On the international stage, a number of groups and institutions have been working at various levels to develop solutions for heavily indebted countries and to foster productive dialogue between creditor and debtor countries.
The G20 is the main forum for discussing international regulatory frameworks. This informal group of the world’s 19 leading developed and emerging economies, plus the European Union, was founded in 1999. Together, the G20 countries currently account for over 80% of global gross domestic product, three-quarters of world trade and roughly two-thirds of the world’s population. G20 meetings are regularly attended by representatives from other countries (such as Spain, which is a permanent guest) and international organisations (such as the IMF, the World Bank, the United Nations and the OECD).

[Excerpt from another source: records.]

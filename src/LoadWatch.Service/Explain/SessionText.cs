using System.Globalization;
using System.Text;
using LoadWatch.Activities;
using LoadWatch.Service.Export;
using LoadWatch.Stimulus;
using LoadWatch.Storage;
using LoadWatch.Storage.Activities;

namespace LoadWatch.Service.Explain;

/// <summary>A session in short, as its day shows it: quantities, what it asked of each region, what was not seen, its recordings.</summary>
internal static class SessionText
{
    /// <param name="recorded">Null for rows alone.</param>
    public static void Append(StringBuilder text, StoreSession session, JoinedActivity activity, StoredActivity? recorded)
    {
        text.AppendLine(CultureInfo.InvariantCulture, $"session {Start(recorded)} {Rest(activity)}");
        if (recorded is not null)
        {
            text.AppendLine(CultureInfo.InvariantCulture, $"    id {activity.Key}");
        }

        foreach (var quantity in activity.Quantities)
        {
            text.AppendLine(CultureInfo.InvariantCulture, $"    {QuantityText.Of(quantity)}");
        }

        AppendStimulus(text, activity);
        foreach (var remark in activity.Remarks)
        {
            text.AppendLine(CultureInfo.InvariantCulture, $"    {OneLine.Of(remark)}");
        }

        AppendRecordings(text, session, recorded);
    }

    /// <summary>When it began by its own clock; rows alone may not say.</summary>
    public static string Start(StoredActivity? recorded) =>
        recorded is { Session: { } told } ? Words.Start(told.Start.WithOffset(told.LocalOffset)) : "without a recording";

    /// <summary>Sport and sources.</summary>
    public static string Rest(JoinedActivity activity) =>
        $"{OneLine.Of(activity.Sport.ToString())}, by {OneLine.Of(string.Join(" and ", activity.Sources))}{(activity.AddsLoad ? "" : ", its load not added")}";

    /// <summary>A line a region, and what was not seen of it below, where that is wanted.</summary>
    public static void AppendStimulus(StringBuilder text, JoinedActivity activity, bool withNotSeen = true)
    {
        foreach (var stimulus in activity.Stimulus)
        {
            text.AppendLine(CultureInfo.InvariantCulture, $"    {BodyRegions.Word(stimulus.Region)} from {stimulus.Channel}, grade {stimulus.Grade}: {HardWork(stimulus)}, seconds of the slow class {OfBand(stimulus.SlowSeconds)}, medium {OfBand(stimulus.MediumSeconds)}, largest {OfBand(stimulus.LargeSeconds)}");
            foreach (var missing in withNotSeen ? stimulus.NotSeen : [])
            {
                text.AppendLine(CultureInfo.InvariantCulture, $"        not seen: {OneLine.Of(missing)}");
            }
        }
    }

    /// <summary>Cuts and coverage of each channel, and what each recording gave.</summary>
    public static void AppendRecordings(StringBuilder text, StoreSession session, StoredActivity? recorded)
    {
        if (recorded is null)
        {
            return;
        }

        CutText.Append(text, recorded.Values, recorded.Session.LocalOffset, "    ");
        foreach (var contribution in recorded.Merge.Contributions)
        {
            var (sha, part) = RecordingKey.Parse(contribution.Key);
            text.AppendLine(CultureInfo.InvariantCulture, $"    recording {part} of {ContributionText.FileOf(session, sha)}: {ContributionText.Of(session, recorded.Merge, contribution)}");
        }
    }

    /// <summary>Sets have repetitions, and bouts where one of them was held; every other channel has bouts alone.</summary>
    private static string HardWork(RegionStimulus stimulus)
    {
        var (bouts, repetitions) = ($"hard bouts {OfBand(stimulus.HardBouts)}", $"hard repetitions {OfBand(stimulus.HardRepetitions)}");
        return stimulus.Channel != StimulusChannels.Sets ? bouts
            : stimulus.HardBouts is null ? repetitions
            : $"{bouts}, {repetitions}";
    }

    private static string OfBand(Band? band) => band is { } known
        ? string.Create(CultureInfo.InvariantCulture, $"{known.Mid:0.#} ({known.Low:0.#} to {known.High:0.#})")
        : "unknown";
}
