using NodaTime;

namespace LoadWatch.Activities;

/// <summary>
/// Which recordings of its date a stated session may belong to. All must fit by sport (<see cref="SportMatch"/>). With a start: those that run at that
/// time, begin within half an hour of it (a choice) or before its stated minutes are over, those within half an hour first. Else with a number: the recording of that number, by start, among those of the
/// best fit; where there are not so many, among all that fit; then among all of the date. Else: those of the best fit that its table does not tell of yet.
/// </summary>
internal static class JoinCandidates
{
    private static readonly Duration Slack = Duration.FromMinutes(30);

    /// <summary>None, the one, or several among which nothing decides.</summary>
    /// <param name="recorded">Of the date, by start.</param>
    public static List<SessionParts> Of(StatedSession stated, List<SessionParts> recorded)
    {
        var fitting = recorded.FindAll(one => Fit(stated, one) != SportFit.None);
        return (stated.Start, stated.Order) switch
        {
            ({ } start, _) => AtTime(stated, start, recorded, fitting),
            (null, { } order) => ByNumber(stated, order, recorded, fitting),
            _ => Best(stated, fitting.FindAll(one => !one.IsToldBy(stated.Layout))),
        };
    }

    private static List<SessionParts> AtTime(StatedSession stated, LocalTime start, List<SessionParts> recorded, List<SessionParts> fitting)
    {
        var running = fitting.FindAll(one => RunsAt(one.Recording!, start) || BeganWithin(one.Recording!, start, stated.Minutes));
        var beginning = running.FindAll(one => BeginsAt(one.Recording!, start));
        var near = Best(stated, beginning.Count > 0 ? beginning : running);
        return near.Count > 1 && stated.Order is { } order && ByNumber(stated, order, recorded, near) is [var numbered] ? [numbered] : near;
    }

    private static List<SessionParts> ByNumber(StatedSession stated, int order, List<SessionParts> recorded, List<SessionParts> fitting)
    {
        List<SessionParts>[] circles = [Best(stated, fitting), fitting, recorded];
        var found = circles
            .Where(circle => order >= 1 && order <= circle.Count)
            .Select(circle => circle[order - 1])
            .FirstOrDefault(one => fitting.Contains(one) && !one.IsToldBy(stated.Layout));
        return found is null ? [] : [found];
    }

    private static List<SessionParts> Best(StatedSession stated, List<SessionParts> fitting)
    {
        var best = fitting.Select(one => Fit(stated, one)).DefaultIfEmpty().Max();
        return fitting.FindAll(one => Fit(stated, one) == best);
    }

    private static SportFit Fit(StatedSession stated, SessionParts one)
    {
        var recording = one.Recording!.Winner;
        return stated.Sets is null ? SportMatch.Of(stated.Sport, recording.Sport) : SportMatch.OfSets(recording.Sport, recording.Sets);
    }

    private static bool BeginsAt(RecordedActivity recording, LocalTime start) =>
        Since(recording, start) >= -Slack && Since(recording, start) <= Slack;

    private static bool RunsAt(RecordedActivity recording, LocalTime start) =>
        BeginsAt(recording, start) || (Since(recording, start) > Slack && Since(recording, start).TotalSeconds <= Seconds(recording));

    /// <summary>A watch switched on late: the recording began while the stated session went on.</summary>
    private static bool BeganWithin(RecordedActivity recording, LocalTime start, double? minutes) =>
        Since(recording, start) <= Duration.Zero && -Since(recording, start).TotalMinutes <= (minutes ?? 0);

    private static Duration Since(RecordedActivity recording, LocalTime start) =>
        Duration.FromNanoseconds(start.NanosecondOfDay - recording.LocalStart.TimeOfDay.NanosecondOfDay);

    private static double Seconds(RecordedActivity recording) => recording.Winner.ElapsedSeconds ?? recording.Winner.TimerSeconds ?? 0;
}
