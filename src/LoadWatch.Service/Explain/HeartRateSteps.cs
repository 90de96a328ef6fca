using System.Globalization;
using LoadWatch.Activities;
using LoadWatch.Loads;
using LoadWatch.People;
using NodaTime;

namespace LoadWatch.Service.Explain;

/// <summary>What lies between a session's heart rate and its loads: minutes by zone with their weights, the mean fraction of the reserve, the factors.</summary>
/// <param name="HeartRate">Milliseconds by whole bpm.</param>
internal sealed record HeartRateSteps(Histogram HeartRate, LocalDate Date, Person Person, AnchorBook Anchors, EquationChoices Equations)
{
    private const double MillisecondsPerMinute = 60_000;

    /// <summary>Nothing for a quantity that is not of heart rate, or where a value that it hangs on is missing.</summary>
    public IEnumerable<string> Of(string quantity) => quantity switch
    {
        QuantityNames.BanisterTrimp => OfReserve(BanisterTrimp.Pair(Person.Sex, Equations), Person.Sex is null ? "the mean of the pairs of women and men, as the sex is not stated" : "the pair of the sex"),
        QuantityNames.IndividualTrimp => TrimpPair.On(Date, Person, Anchors).Pair is { } own ? OfReserve((own.A, own.B), "the person's own") : [],
        QuantityNames.EdwardsLoad => HeartRateMaximum.On(Date, Person, Anchors) is { } max ? [Zones(bpm => EdwardsLoad.Zone(bpm, max.Bpm), [0, .. Equations.EdwardsWeights])] : [],
        QuantityNames.LuciaLoad => HeartRateThresholds.On(Date, Person, Anchors) is { } thresholds ? [Zones(bpm => LuciaLoad.Zone(bpm, thresholds) - 1, Equations.LuciaWeights)] : [],
        QuantityNames.StagnoLoad => HeartRateMaximum.On(Date, Person, Anchors) is { } max ? [Zones(bpm => StagnoZone(bpm, max.Bpm), [0, .. Equations.StagnoWeights])] : [],
        _ => [],
    };

    private IEnumerable<string> OfReserve((double A, double B) pair, string whose)
    {
        if (HeartRateReserve.On(Date, Person, Anchors).Reserve is not { } reserve)
        {
            return [];
        }

        var minutes = HeartRate.Bins.Sum(bin => bin.Value / MillisecondsPerMinute);
        var mean = HeartRate.Bins.Sum(bin => bin.Value / MillisecondsPerMinute * reserve.Fraction(bin.Key)) / minutes;
        var held = HeartRate.Bins.Where(bin => reserve.Unclamped(bin.Key) is < 0 or > 1).Sum(bin => bin.Value / MillisecondsPerMinute);
        return
        [
            Text($"a = {pair.A:0.###}, b = {pair.B:0.###} ({whose}); reserve from {reserve.RestBpm:0.#} to {reserve.MaxBpm:0.#} bpm"),
            Text($"{minutes:0.##} min with heart rate, mean fraction of the reserve {mean:0.###}; {held:0.##} min outside the reserve, held at its ends"),
        ];
    }

    private string Zones(Func<int, int> zoneOf, IReadOnlyList<double> weights)
    {
        var minutes = new double[weights.Count];
        foreach (var (bpm, milliseconds) in HeartRate.Bins)
        {
            minutes[zoneOf(bpm)] += milliseconds / MillisecondsPerMinute;
        }

        return string.Join(" + ", minutes.Select((time, zone) => Text($"{time:0.##} min x {weights[zone]:0.###}")));
    }

    private int StagnoZone(int bpm, double maxBpm)
    {
        var fraction = Math.Round(bpm / maxBpm, 11);
        return Equations.StagnoBounds.Count(bound => fraction >= bound);
    }

    private static string Text(FormattableString text) => text.ToString(CultureInfo.InvariantCulture);
}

The G20’s efforts made an essential contribution to stabilising national economies and financial markets in the aftermath of the global financial crisis in 2008–2009. Increasingly, the forum places a focus on intensifying forward-looking cooperation to prevent new crises, learning from experience, and making economies more resilient.
The G7 is an informal forum comprised of seven of the world’s leading economies – Canada, France, Germany, Italy, Japan, the United Kingdom and the United States – plus the European Union. It grew out of the first “world economic summit”, which was held in 1975. Russia joined the group in 1998, but its membership was suspended in 2014 after its annexation of Crimea.
G7 governments formulate joint positions on global policy issues when they meet for annual summits. Their talks focus on key issues such as the global economy, foreign and security policy, development, and climate action. Due to the G7’s informal structures, the rotating annual presidency plays a particularly important role, because the presidency not only organises the G7 meetings and summits in a given year but also sets the policy agenda. In addition to cooperating at the level of heads of state and government, the G7 also holds separate meetings attended by finance ministers and central bank governors. This is called the “Finance Track” (see below).
The Paris Club was established in 1956 by a group of creditor countries with the aim of finding coordinated solutions to the payment difficulties experienced by debtor countries. Its membership basically overlaps with the membership of the OECD, and Germany is represented by the Federal Ministry of Finance.
The Paris Club deals only with bilateral debt that debtor countries owe to other government lenders. Debtor countries wishing to conclude a Paris Club rescheduling agreement must successfully implement an IMF adjustment programme. These programmes contain binding agreements on macroeconomic and fiscal policy frameworks as well as institutional changes designed to place the country’s economy on a sound footing.
The IMF’s creation was agreed at the United Nations Monetary and Financial Conference (also known as the Bretton Woods Conference) in July 1944. The IMF was then formally established in December 1945. Germany has been a member since August 1952. Any country that is willing to fulfil the IMF’s requirements in terms of monetary policy consultation and cooperation can join the organisation. The Federal Minister of Finance is Germany’s representative on the International Monetary and Financial Committee, which monitors the stability of the international monetary system and advises the IMF’s Board of Governors.
The IMF’s main objectives are to intensify global monetary policy cooperation, safeguard financial stability, facilitate international trade and boost employment and sustainable growth. The organisation’s primary task is to safeguard the stability of the international monetary system, the exchange rate regime and the international payment system, which together make it possible for individuals, companies and governments to do business with each other.